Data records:

==============================

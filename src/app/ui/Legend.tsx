/** A labelled colour legend: title with unit, gradient bar, nice ticks, auto or fixed range. */
import { niceStep, niceTicks, tickDecimals, type ValueRange } from '../colour/legend.ts';
import { scaleGradientCss, type ScaleId } from '../colour/scales.ts';
import { fromSI, unitLabel, type Quantity, type UnitSystem } from '../colour/units.ts';
import type { RangeMode } from './ranges.ts';

export interface LegendProps {
  title: string;
  quantity: Quantity;
  range: ValueRange;
  scale: ScaleId;
  units: UnitSystem;
  rangeMode: RangeMode;
  testId?: string;
}

export function Legend({ title, quantity, range, scale, units, rangeMode, testId }: LegendProps) {
  const lo = fromSI(quantity, range.min, units);
  const hi = fromSI(quantity, range.max, units);
  const ticks = niceTicks(lo, hi, 5);
  const d = tickDecimals(niceStep(hi - lo, 5));
  const unit = unitLabel(quantity, units);
  return (
    <figure className="legend" data-testid={testId} aria-label={`${title} legend, ${lo.toFixed(d)} to ${hi.toFixed(d)} ${unit}`}>
      <figcaption>
        {title} {unit && <span className="unit">[{unit}]</span>} <span className="muted small">({rangeMode === 'auto' ? 'range over the period' : rangeMode === 'step' ? 'range at this time step' : 'fixed range'})</span>
      </figcaption>
      <div className="legend-bar" style={{ background: scaleGradientCss(scale) }} />
      <div className="legend-ticks" aria-hidden="true">
        {ticks.map((t) => (
          <span key={t} style={{ left: `${((t - lo) / (hi - lo)) * 100}%` }}>{t.toFixed(d)}</span>
        ))}
      </div>
    </figure>
  );
}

==============================

**Brief:**
Up to and including the last line of the records above, print exactly every line from the one that contains "range: ValueRange;" onward.

**Completed task:**
  range: ValueRange;
  scale: ScaleId;
  units: UnitSystem;
  rangeMode: RangeMode;
  testId?: string;
}

export function Legend({ title, quantity, range, scale, units, rangeMode, testId }: LegendProps) {
  const lo = fromSI(quantity, range.min, units);
  const hi = fromSI(quantity, range.max, units);
  const ticks = niceTicks(lo, hi, 5);
  const d = tickDecimals(niceStep(hi - lo, 5));
  const unit = unitLabel(quantity, units);
  return (
    <figure className="legend" data-testid={testId} aria-label={`${title} legend, ${lo.toFixed(d)} to ${hi.toFixed(d)} ${unit}`}>
      <figcaption>
        {title} {unit && <span className="unit">[{unit}]</span>} <span className="muted small">({rangeMode === 'auto' ? 'range over the period' : rangeMode === 'step' ? 'range at this time step' : 'fixed range'})</span>
      </figcaption>
      <div className="legend-bar" style={{ background: scaleGradientCss(scale) }} />
      <div className="legend-ticks" aria-hidden="true">
        {ticks.map((t) => (
          <span key={t} style={{ left: `${((t - lo) / (hi - lo)) * 100}%` }}>{t.toFixed(d)}</span>
        ))}
      </div>
    </figure>
  );
}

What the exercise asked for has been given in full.